Premium priced as mainstream
At first glance, the SU7 appears to be priced at an assumed level after EU import taxes, squarely in the territory of mainstream electric sedans such as the Tesla Model 3 or Volkswagen’s ID range. However, a closer look at the vehicle’s dimensions, power, and interior technology suggests a more complex picture.

In terms of size, performance, and digital integration, the SU7 overlaps not only with mass-market EVs but also with entry-level premium models such as the BMW i4, Mercedes-Benz EQE, and Audi’s forthcoming electric sedans.
This is where Xiaomi’s strategy becomes particularly interesting for Europe. The SU7 is not positioned as a traditional luxury car, but it offers performance, digital interfaces, and driver-assistance hardware that, on paper, rival those of established premium brands.
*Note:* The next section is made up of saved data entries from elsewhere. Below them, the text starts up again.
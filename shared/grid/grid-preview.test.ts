import { describe, expect, it } from "vitest";
import { cellCount, createCellGrid, fromGridFrame } from "./cell-grid";
import { cellsInFrame, layPreviewGrid, metresPerPixel, zoomForCellPixels } from "./grid-preview";
import { prepareGrids } from "../pipeline";
import type { ProjectedMultiPolygon } from "./work-limit";

// A limit with a notch, a hole and a slanted side, so the edge cells are not all whole squares.
const LIMIT: ProjectedMultiPolygon = [[
  [[0, 0], [400, 0], [400, 130], [260, 300], [0, 300], [0, 0]],
  [[100, 100], [160, 100], [160, 160], [100, 160], [100, 100]],
]];

describe("layPreviewGrid: the grid as typed, before it is saved", () => {
  it("counts the grid's frame as the saved grid does and the cells inside the work limit as the engine does", () => {
    const settings = { cellSize: 25, rotationDegrees: 15, originX: -3, originY: 2, rasterResolution: 1 };
    const preview = layPreviewGrid(LIMIT, settings);
    expect(preview.exact).toBe(true);
    expect(preview.cells).toBe(cellCount(createCellGrid(LIMIT, settings)));
    // invariant: the engine's own grids mark the same cells (a cell counts when it has area inside the limit).
    const engine = prepareGrids(LIMIT, { cellSize: 25, rotationDegrees: 15, originX: -3, originY: 2, resolution: 1, maxEdge: 10, tolerance: 0.5, firmShare: 0.9, minCoverage: 0.9, surveyNoise: 0.05 });
    const engineInLimit = Array.from(engine.cellAreaInLimit, (area) => (area > 0 ? 1 : 0));
    expect(Array.from(preview.inLimit!)).toEqual(engineInLimit);
    expect(preview.inLimitCount).toBe(engineInLimit.reduce((sum: number, flag) => sum + flag, 0));
    expect(preview.inLimitCount!).toBeLessThan(preview.cells);
  });

  it("over its node budget samples every k-th node (k odd): every cell it counts is one the engine counts", () => {
    const settings = { cellSize: 20, rotationDegrees: 0, originX: 0, originY: 0, rasterResolution: 0.5 };
    const full = layPreviewGrid(LIMIT, settings);
    const sampled = layPreviewGrid(LIMIT, settings, 20_000);
    expect(full.exact).toBe(true);
    expect(sampled.exact).toBe(false);
    expect(Math.round(sampled.rasterSpacing / 0.5) % 2).toBe(1);
    for (let cell = 0; cell < full.cells; cell++) if (sampled.inLimit![cell]) expect(full.inLimit![cell]).toBe(1);
    // computed: the whole interior cells are found whatever the sampling; only slivers may be missed.
    expect(sampled.inLimitCount!).toBeGreaterThan(0.95 * full.inLimitCount!);
  });

  it("samples no sparser than a node a cell, so every cell wholly inside the limit is counted", () => {
    // A budget that would ask for every 9th node (4.5 units apart) while cells are 2 units wide.
    const settings = { cellSize: 2, rotationDegrees: 0, originX: 0, originY: 0, rasterResolution: 0.5 };
    const full = layPreviewGrid(LIMIT, settings);
    const sampled = layPreviewGrid(LIMIT, settings, 6_000);
    expect(sampled.rasterSpacing).toBe(1.5); // computed: the widest odd step within 2 / 0.5 = 4 nodes is 3
    for (let cell = 0; cell < full.cells; cell++) if (sampled.inLimit![cell]) expect(full.inLimit![cell]).toBe(1);
    expect(sampled.inLimitCount!).toBeGreaterThan(0.97 * full.inLimitCount!);
  });

  it("a grid too large to lay out in the browser gives its count only", () => {
    const preview = layPreviewGrid(LIMIT, { cellSize: 0.1, rotationDegrees: 0, originX: 0, originY: 0, rasterResolution: 0.1 });
    expect(preview.cells).toBe(4000 * 3000); // computed: 400 / 0.1 × 300 / 0.1
    expect(preview.inLimit).toBeNull();
  });
});

describe("cellsInFrame: a bounded number of cells in the map's view", () => {
  const preview = layPreviewGrid(LIMIT, { cellSize: 10, rotationDegrees: 0, originX: 0, originY: 0, rasterResolution: 1 });

  it("returns the in-limit cells of the view, up to the cap, with how many there are", () => {
    const frame: Array<[number, number]> = [[0, 0], [50, 0], [50, 30], [0, 30]];
    const all = cellsInFrame(preview, frame, 1000);
    // computed: columns 0–5 × rows 0–3 (cells touching x = 50 and y = 30 included), all inside the limit.
    expect(all.total).toBe(6 * 4);
    expect(all.indices).toHaveLength(24);
    const capped = cellsInFrame(preview, frame, 10);
    expect(capped.total).toBe(24);
    expect(capped.indices).toEqual(all.indices.slice(0, 10));
  });

  it("leaves out the cells of the hole", () => {
    const frame = [fromGridFrame(preview.grid, 112, 112), fromGridFrame(preview.grid, 148, 148)];
    expect(cellsInFrame(preview, frame, 1000).total).toBe(0);
  });
});

describe("label zoom", () => {
  it("ground resolution follows the Web Mercator formula (published: 156,543.03 m/px at zoom 0 for 256-px tiles, so half that for MapLibre's 512-px tiles)", () => {
    expect(metresPerPixel(0, 0)).toBeCloseTo(78271.517, 2);
    expect(metresPerPixel(1, 60)).toBeCloseTo(78271.517 / 2 / 2, 2); // computed: cos 60° = 1/2, one zoom halves it
  });

  it("the zoom at which a cell spans a given width on screen inverts the resolution", () => {
    const zoom = zoomForCellPixels(6.096, 29.1, 40); // a 20 ft cell
    expect(6.096 / metresPerPixel(zoom, 29.1)).toBeCloseTo(40, 9);
    expect(zoomForCellPixels(12.192, 29.1, 40)).toBeCloseTo(zoom - 1, 9); // computed: twice the cell, one zoom level less
  });
});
If Xiaomi manages to translate this package to Europe at a competitive price — even after accounting for import duties, homologation costs, and VAT — it could put significant pressure on European manufacturers who rely on incremental upgrades and brand prestige to justify higher margins.
Super performance
The competitive threat becomes even clearer when looking at Xiaomi’s higher-end variants. In China, the SU7 Max and Ultra deliver power outputs and acceleration figures (such as 1.97 seconds from 0-100 km/h) that approach those of vehicles such as the Porsche Taycan and Tesla’s higher-performance trims.
In Europe, such versions would likely remain niche, but they reinforce Xiaomi’s ability to scale from mainstream to near-premium within a single model line.
For European brands, the real challenge is not that Xiaomi will suddenly replace BMW, Mercedes-Benz, or Audi in the hearts of loyal customers. Brand perception, dealer networks, and long-standing customer relationships still matter enormously in markets such as Germany, Belgium, and the Netherlands.
Instead, the challenge lies in how value is perceived. A well-equipped SU7 priced tens of thousands of euros below a comparable European premium EV could force competitors to rethink equipment strategies, software pricing, and the pace of technological upgrades.
Belgium, in particular, could become an early test case. The market is highly electrified, price-sensitive, and dominated by company cars, where the total cost of ownership often outweighs badge appeal.
If Xiaomi can offer long-range, fast charging, and advanced driver-assistance at a competitive leasing price, fleet managers may be more willing to consider a new entrant than private buyers traditionally are.
For Europe’s established carmakers, the message from China is clear: the next wave of competition will not only come from familiar rivals, but from technology companies that are increasingly comfortable playing on their turn.